Die Entschließung fordert zudem die Mitgliedstaaten und die nationalen Sportverbände, insbesondere die Fußballvereine, auf, der Geißel des Rassismus, des Faschismus und der Fremdenfeindlichkeit entgegenzuwirken. Vergehen müssen verurteilt und bestraft werden. In Zusammenarbeit mit Schulen und den zuständigen Organisationen der Zivilgesellschaft sollten positive Bildungsangebote für junge Fans gefördert werden.

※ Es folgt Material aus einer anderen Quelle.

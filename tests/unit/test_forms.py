"""Hand cases of every form, on all faces and at the top level; empty shapes; refusals."""

from __future__ import annotations

import math
import pickle
import warnings
from collections.abc import Callable
from fractions import Fraction
from types import ModuleType
from typing import Any

import numpy as np
import pytest

import realize
from realize import Realization, TransferMatrix, errors, exact, floating, multiprecision
from tests.helpers import PARTS, assert_close, assert_equal_exact, matrix

F = Fraction

quiet = pytest.mark.filterwarnings("ignore::realize.HiddenInstabilityWarning")

#: (module, exact?) : where a form may be asked for, and which arithmetic answers.
PLACES = [
    pytest.param(exact, True, id="exact"),
    pytest.param(floating, False, id="floating"),
    pytest.param(multiprecision, False, id="multiprecision"),
    pytest.param(realize, True, id="top, rational"),
    pytest.param(realize, False, id="top, floats"),
]
places = pytest.mark.parametrize(("place", "rational"), PLACES)


def in_kind(model: Any, rational: bool) -> Any:
    """The rational model itself, or its doubles."""
    return model if rational else model.to_float()


def assert_same(actual: Any, expected: Any, rational: bool) -> None:
    """Exactly equal on the exact path, equal to rounding on the floating one."""
    if rational:
        assert_equal_exact(actual, expected)
    else:
        assert_close(actual, expected, relative=1e-12, absolute=1e-14)


def two_tanks() -> Realization:
    """Two separate states: the input reaches the first, and the output sees both."""
    return Realization([[-1, 0], [0, -2]], [[1], [0]], [[1, 1]], [[5]])


def four_parts() -> Realization:
    """One state in each part, coupled where the parts allow it."""
    return Realization(
        [[-1, 1, 1, 1], [0, -2, 0, 1], [0, 0, -3, 1], [0, 0, 0, -4]],
        [[0], [1], [0], [0]],
        [[0, 1, 0, 0]],
    )


def static_gain() -> Realization:
    """No states, three inputs, two outputs."""
    return Realization([], [], [], [[1, 2, 3], [4, 5, 6]])


def lag_with_cancellation() -> TransferMatrix:
    """(s + 1) / ((s + 1)(s + 2))."""
    return TransferMatrix([1, 1], [1, 3, 2])


# --------------------------------------------------------------------------- hand cases


@places
def test_staircase_of_two_tanks(place: ModuleType, rational: bool) -> None:
    """One state is reached, two are seen."""
    model = in_kind(two_tanks(), rational)
    reached = place.staircase(model)
    assert (reached.stairs, reached.dimension) == ((1,), 1)
    seen = place.staircase(model, side="output")
    assert (seen.stairs, seen.dimension) == ((1, 1), 2)
    expected = "rational" if rational or place is multiprecision else "floating"
    assert reached.model.kind == seen.model.kind == expected


@places
def test_staircase_of_several_inputs(place: ModuleType, rational: bool) -> None:
    """Two inputs reach two states at once and a third one step later; one stays out of reach."""
    A = [[0, 0, 1, 0], [0, 0, 0, 0], [1, 0, 0, 0], [0, 0, 0, 7]]
    B = [[1, 0], [0, 1], [0, 0], [0, 0]]
    model = in_kind(Realization(A, B, [[1, 1, 1, 1]]), rational)
    assert place.staircase(model).stairs == (2, 1)


@places
def test_minimal_of_two_tanks(place: ModuleType, rational: bool) -> None:
    """The second state is lost: 1/(s + 1) + 5 is left."""
    reduction = place.minimal(in_kind(two_tanks(), rational))
    assert reduction.order == reduction.model.order == 1
    assert_same(reduction.model.A, matrix([[-1]], (1, 1)), rational)
    gain = reduction.model.C[0, 0] * reduction.model.B[0, 0]
    assert_same([gain], [F(1)], rational)
    assert_same(reduction.model.D, matrix([[5]], (1, 1)), rational)
    assert reduction.removed.count == 1
    (mode,) = reduction.removed.modes
    assert mode.value == pytest.approx(-2, rel=1e-12)
    assert mode.part == "uncontrollable, observable"
    assert mode.stability == "stable"
    if rational:
        assert_equal_exact(reduction.removed.polynomial, (F(1), F(2)))


@places
def test_kalman_parts_of_one_state_each(place: ModuleType, rational: bool) -> None:
    """Every part has one state and the root written on the diagonal."""
    form = place.kalman_parts(in_kind(four_parts(), rational))
    assert dict(form.dimensions) == dict.fromkeys(PARTS, 1)
    for part, root in zip(PARTS, (-1, -2, -3, -4), strict=True):
        assert_same(form.polynomials[part], (F(1), F(-root)), rational)


@places
@quiet
def test_minimal_of_one_state_in_each_part(place: ModuleType, rational: bool) -> None:
    """Only the root -2 is left, and the three others are named with the part that hid them."""
    reduction = place.minimal(in_kind(four_parts(), rational))
    assert_same(reduction.model.A, matrix([[-2]], (1, 1)), rational)
    hidden = {round(mode.value.real): str(mode.part) for mode in reduction.removed.modes}
    assert hidden == {-1: PARTS[0], -3: PARTS[2], -4: PARTS[3]}


@places
def test_minimal_of_a_transfer_matrix(place: ModuleType, rational: bool) -> None:
    """(s + 1) / ((s + 1)(s + 2)) needs one state."""
    reduction = place.minimal(in_kind(lag_with_cancellation(), rational))
    assert reduction.order == 1
    assert_same(reduction.model.A, matrix([[-2]], (1, 1)), rational)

Die EU-Länder sollten Aussteigerprogramme auflegen, um Menschen dabei zu helfen, militante neofaschistische und neonazistische Gruppierungen zu verlassen. Die Abgeordneten weisen darauf hin, dass fundierte Geschichtskenntnisse eine der Grundvoraussetzungen für die Verhinderung künftiger Verbrechen dieser Art sind und bei den Bildungsanstrengungen für die jüngere Generation eine wichtige Rolle spielen.